Ir de férias é um privilégio que não está ao alcance de todos. A prova disso são os últimos dados do Eurostat, que mostram que 40% dos portugueses não têm capacidade financeira para pagar uma semana de férias fora de casa, uma percentagem substancialmente superior à média dos 27 países da União Europeia (UE) e a sétima maior do bloco.

Os dados referentes a Portugal ainda são provisórios, mas mostram que 40% dos residentes no país com mais de 16 anos não têm como pagar uma semana de férias fora do local de residência. É uma redução de 1,3 pontos percentuais face ao valor apurado para 2018, e uma redução de 23,3 pontos percentuais no espaço de uma década.

Contudo, o valor provisório de Portugal está 11,5 pontos percentuais acima da média da UE, que se fixou em 28,5%, segundo as estimativas do organismo oficial de estatística. Em termos europeus, trata-se de uma redução gradual desde 2010, ano em que 39% dos residentes no bloco não tinham como ir de férias para fora.
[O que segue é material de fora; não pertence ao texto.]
/** Result of {@link solveDesign}. */
export interface SolveDesignResult {
  /** true when a value in the field's allowed range gives at least the required margin */
  achievable: boolean;
  /**
   * the solution, in the field's own unit (dBm for the power, m for range and beam radius, rad for
   * the divergence); present only when achievable
   */
  value?: number;
  /**
   * `evaluateLink(design with value).linkMarginDb` [dB]; when not achievable, the best margin
   * reached anywhere in the allowed range (at `bestValue`)
   */
  marginDb: number;
  /**
   * key of the budget term with the largest loss at `value` (or `bestValue`): what limits the
   * design. Loss terms only (not the transmit power or the sensitivity).
   */
  limitingTerm: BudgetTermKey;
  /** the solver variable and the design field it set */
  vary: SolveDesignVariable;
  field: VariableDesignField;
  requiredMarginDb: number;
  /** when not achievable: the value at which `marginDb` (the best margin) was reached */
  bestValue?: number;
  /**
   * true when the answer is an end of the searched interval: e.g. even −40 dBm leaves the margin,
   * the margin still holds at 100 km, or the narrowest beam (the diffraction limit) is best
   */
  atSearchLimit: boolean;
  /** the interval searched, in the field's unit (the schema's range; for the divergence from the diffraction limit) */
  searchInterval: { lower: number; upper: number };
  /**
   * waist solver: transmit aperture diameter 2·α_opt·w [m] for the beam radius found (or the best
   * one), at the Klein–Degnan optimum truncation α_opt = a/w (1.1209 unobscured, METHODS.md §2.3)
   */
  transmitApertureDiameterM?: number;
  /** waist solver: the truncation ratio α = a/w used for `transmitApertureDiameterM` */
  truncationRatio?: number;
  /** waist solver: the clipping loss −10·log10(T) at that ratio [dB] (0.367 dB); the budget does not charge it */
  truncationClippingLossDb?: number;
  /** what a reader of the result should know (why a limit was hit, what the budget leaves out) */
  notes: string[];
}

/** Scan density of the log-spaced searches: 48 points a decade, neighbours 4.9 % apart. */
const POINTS_PER_DECADE = 48;
/** Scan step of the power search [dB]. */
const POWER_STEP_DB = 1;
/**
 * A local maximum of the scan within this much of the requirement (or of the best scanned margin)
 * is refined: between two scan points 4.9 % apart the margin moves by well under 1 dB on the
 * budgets seen, so a peak further below cannot reach it.
 */
const PEAK_WINDOW_DB = 3;
/** At most this many local maxima are refined per search (the best ones first). */
const MAX_REFINED_PEAKS = 8;
/** A margin the engine cannot compute (non-finite) counts as this far short of the requirement [dB]. */
const UNCOMPUTABLE_EXCESS_DB = -1e9;
/** Budget terms that are losses (the transmit power and the sensitivity are not). */
const LOSS_TERMS: readonly BudgetTermKey[] = [
  'transmitOptics',
  'geometricSpread',
  'turbulenceBeamSpread',
  'atmosphericAttenuation',
  'pointingLoss',
  'receiveOptics',
  'scintillationFade',
  'systemAllowance',
];

/**
 * Solves a design for one field (METHODS.md §15.1), holding every other field as designed:
 * - `powerDbm`: the smallest `transmitter.powerDbm` in −40 … 50 dBm with margin ≥ requiredMarginDb;
 * - `waistRadiusM`: the smallest `transmitter.waistRadiusM` in 0.1 mm … 1 m with margin ≥ required,
 *   with the transmit aperture diameter at the optimum truncation ratio beside it;
 * - `rangeM`: the largest `rangeM` in 1 m … 100 km with margin ≥ required;
 * - `halfAngleDivergenceRad`: the `transmitter.halfAngleDivergenceRad` in (0, 0.1 rad] that
 *   maximises the margin (wide enough for the pointing error, narrow enough for power), achievable
 *   when that maximum meets the requirement. At or below the diffraction limit M²λ/(πW0) the beam is
 *   collimated and the margin the same, so the search starts there.
 *
 * "Margin" is `evaluateLink(design with value).linkMarginDb`; the value returned meets the
 * requirement (margin ≥ requiredMarginDb) and lies within 1e-10 relative of the crossing, so the
 * margin there is the requirement to far better than 0.01 dB. The margin need not be monotone in
 * the field (a datasheet divergence makes it peak where the diffraction angle meets it; an
 * obscured receiver makes it rise with range), so each search scans the whole range (48 log-spaced
 * points a decade, 1 dB steps for the power), refines any local maximum of the scan near the
 * requirement with Brent's minimisation, and brackets the first (or last) crossing for Brent's root
 * finder. When nothing in range is enough, the result is not achievable, with the best margin, the
 * value that reaches it, and the largest loss there as `limitingTerm`.
 *
 * @param design the link design (validated: a bad field throws, naming it as `design.<path>`)
 * @param options `vary` (one of SOLVE_DESIGN_VARIABLES) and `requiredMarginDb` [dB], finite
 * @returns achievable, value (field unit), margin [dB], limiting term, and the search details
 * @throws InvalidInputError (a RangeError) naming the bad design field or option
 * @see METHODS.md §15.1 and §10.1; Brent R.P., "Algorithms for Minimization without Derivatives"
 *   (1973), ch. 4 (roots) and ch. 5 (minima); Klein B.J., Degnan J.J., Appl. Opt. 13(9), 2134–2141
 *   (1974) (optimum truncation).
 * @example solveDesign(workedExampleDesign(), { vary: 'powerDbm', requiredMarginDb: 6 }).value // 13.61 dBm
 */
export function solveDesign(design: LinkDesignInput, options: SolveDesignOptions): SolveDesignResult {
  const { vary, requiredMarginDb } = parseOrThrow('solveDesign', SolveDesignOptionsSchema, options);
  requireValidDesign('solveDesign', design);
  const field = SOLVE_DESIGN_FIELDS[vary];
  const marginAt = (value: number): number => evaluateLink(withDesignValue(design, field, value)).linkMarginDb;
  const excessAt = (value: number): number => {
    const excess = marginAt(value) - requiredMarginDb;
    return Number.isFinite(excess) ? excess : UNCOMPUTABLE_EXCESS_DB;
  };
  const range = designFieldRange(field);
  const search = vary === 'halfAngleDivergenceRad' ? maximiseMargin(design, excessAt, range.upper) : findCrossing(vary, excessAt, range.lower, range.upper);
  const value = search.value;
  const budget = evaluateLink(withDesignValue(design, field, value));
  const marginDb = budget.linkMarginDb;
  const achievable = marginDb >= requiredMarginDb;
  const result: SolveDesignResult = {
    achievable,
    ...(achievable ? { value } : { bestValue: value }),
    marginDb,
    limitingTerm: largestLossTerm(budget),
    vary,
    field,
    requiredMarginDb,
    atSearchLimit: value === search.lower || value === search.upper,
    searchInterval: { lower: search.lower, upper: search.upper },
    notes: search.notes,
  };
  if (vary === 'waistRadiusM') addTransmitAperture(result, value, budget, design);
  return result;
}

interface SearchOutcome {
  /** the solution, or the best value when nothing meets the requirement */
  value: number;
  lower: number;
  upper: number;
  notes: string[];
}

/** Scan abscissae: 1 dB steps for the power, 48 a decade (log-spaced) otherwise; ends exact. */
function scanGrid(vary: SolveDesignVariable, lower: number, upper: number): Float64Array {
  if (vary === 'powerDbm') {
    const count = Math.ceil((upper - lower) / POWER_STEP_DB) + 1;
    return Float64Array.from({ length: count }, (_, i) => (i === count - 1 ? upper : lower + i * POWER_STEP_DB));
  }
  const decades = Math.log10(upper / lower);
  const count = Math.max(2, Math.ceil(decades * POINTS_PER_DECADE) + 1);
  return Float64Array.from({ length: count }, (_, i) => (i === 0 ? lower : i === count - 1 ? upper : lower * Math.pow(upper / lower, i / (count - 1))));
}

/** A peak of the excess between the scan neighbours of index i, refined with Brent's minimisation. */
function refinePeak(excessAt: (value: number) => number, grid: Float64Array, excess: Float64Array, i: number): { value: number; excess: number } {
  const from = grid[Math.max(i - 1, 0)]!;
  const to = grid[Math.min(i + 1, grid.length - 1)]!;
  const peak = minimiseBrent((value) => -excessAt(value), from, to, { xTolerance: 1e-10 * Math.max(Math.abs(from), Math.abs(to)) });
  // Brent may settle within its tolerance of an end; the scan point itself may be higher.
  return -peak.value > excess[i]! ? { value: peak.x, excess: -peak.value } : { value: grid[i]!, excess: excess[i]! };
}

/** Indices of the scan's local maxima (ends included), best first, at most MAX_REFINED_PEAKS within PEAK_WINDOW_DB of `reference`. */
function peaksNear(excess: Float64Array, reference: number): number[] {
  const peaks: number[] = [];
  for (let i = 0; i < excess.length; i++) {
    const left = i === 0 ? -Infinity : excess[i - 1]!;
    const right = i === excess.length - 1 ? -Infinity : excess[i + 1]!;
    if (excess[i]! >= left && excess[i]! >= right && excess[i]! >= reference - PEAK_WINDOW_DB) peaks.push(i);
  }
  return peaks.sort((a, b) => excess[b]! - excess[a]!).slice(0, MAX_REFINED_PEAKS);
}

/**
 * A value between `infeasible` (excess < 0) and `feasible` (excess ≥ 0) where the excess crosses
 * zero, on the feasible side: Brent's root, nudged by its tolerance when it landed just short.
 */
function crossingBetween(excessAt: (value: number) => number, infeasible: number, feasible: number): number {
  const tolerance = 1e-10 * Math.max(Math.abs(infeasible), Math.abs(feasible), 1e-300);
  let value = findRootBrent(excessAt, infeasible, feasible, { xTolerance: tolerance });
  const direction = Math.sign(feasible - infeasible);
  for (let step = tolerance; excessAt(value) < 0; step *= 2) {
    value += direction * step;
    if ((value - feasible) * direction >= 0) return feasible;
  }
  return value;
}

/**
 * Smallest (power, waist) or largest (range) value meeting the requirement: walk the scan from the
 * wanted end; the first scan point that meets it, or the first local maximum whose refined peak does,
 * closes the bracket for the crossing. Nothing: the best margin found (scan and refined peaks).
 */
function findCrossing(vary: SolveDesignVariable, excessAt: (value: number) => number, lower: number, upper: number): SearchOutcome {
  const grid = scanGrid(vary, lower, upper);
  const excess = grid.map(excessAt);
  const largest = vary === 'rangeM';
  const notes: string[] = [];
  const candidates = new Set(peaksNear(excess, 0));
  for (let k = 0; k < grid.length; k++) {
    const i = largest ? grid.length - 1 - k : k;
    const previous = largest ? i + 1 : i - 1;
    if (excess[i]! >= 0) {
      if (previous < 0 || previous >= grid.length) {
        notes.push(limitNote(vary, largest ? upper : lower));
        return { value: grid[i]!, lower, upper, notes };
      }
      return { value: crossingBetween(excessAt, grid[previous]!, grid[i]!), lower, upper, notes };
    }
    if (candidates.has(i)) {
      const peak = refinePeak(excessAt, grid, excess, i);
      if (peak.excess >= 0) {
        // The peak lies between the neighbours of i, every scan point up to i falls short: bracket
        // the crossing between the peak and the scan point on the near side of it.
        const peakBeyond = largest ? peak.value < grid[i]! : peak.value > grid[i]!;
        const infeasibleEnd = peakBeyond ? grid[i]! : grid[previous]!;
        return { value: crossingBetween(excessAt, infeasibleEnd, peak.value), lower, upper, notes };
      }
    }
  }
  // Not achievable: the best margin over the scan and its refined peaks.
  const best = bestOfScan(excessAt, grid, excess);
  notes.push('No value in the allowed range gives the required margin: the margin shown is the best reached, at the value shown as the best.');
  return { value: best, lower, upper, notes };
}

function bestOfScan(excessAt: (value: number) => number, grid: Float64Array, excess: Float64Array): number {
  let bestValue = grid[0]!;
  let bestExcess = -Infinity;
  for (const i of peaksNear(excess, Math.max(...excess))) {
    const peak = refinePeak(excessAt, grid, excess, i);
    if (peak.excess > bestExcess) {
      bestExcess = peak.excess;
      bestValue = peak.value;
    }
  }
  return bestValue;
}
O ranking elaborado pelo Eurostat ordena os países por ordem decrescente de % de população com mais de 16 anos incapaz de pagar uma semana de férias fora de casa.

“Porém, devido ao confinamento e ao fecho de fronteiras em todo o mundo em 2020 para travar a propagação rápida do coronavírus, esta tendência de queda deverá ser interrompida” este ano, calcula o Eurostat, num comunicado publicado esta segunda-feira.

Imediatamente acima de Portugal neste ranking está a Hungria (41,5%), Itália (44,4%, mas segundo dados ainda de 2018) e Chipre (45,2%). Os três primeiros lugares são ocupados pela Roménia, em que 54,1% dos cidadãos com mais de 16 anos não têm como pagar uma semana de férias fora de casa, seguindo-se a Grécia (49,2%) e a Croácia (48,4%).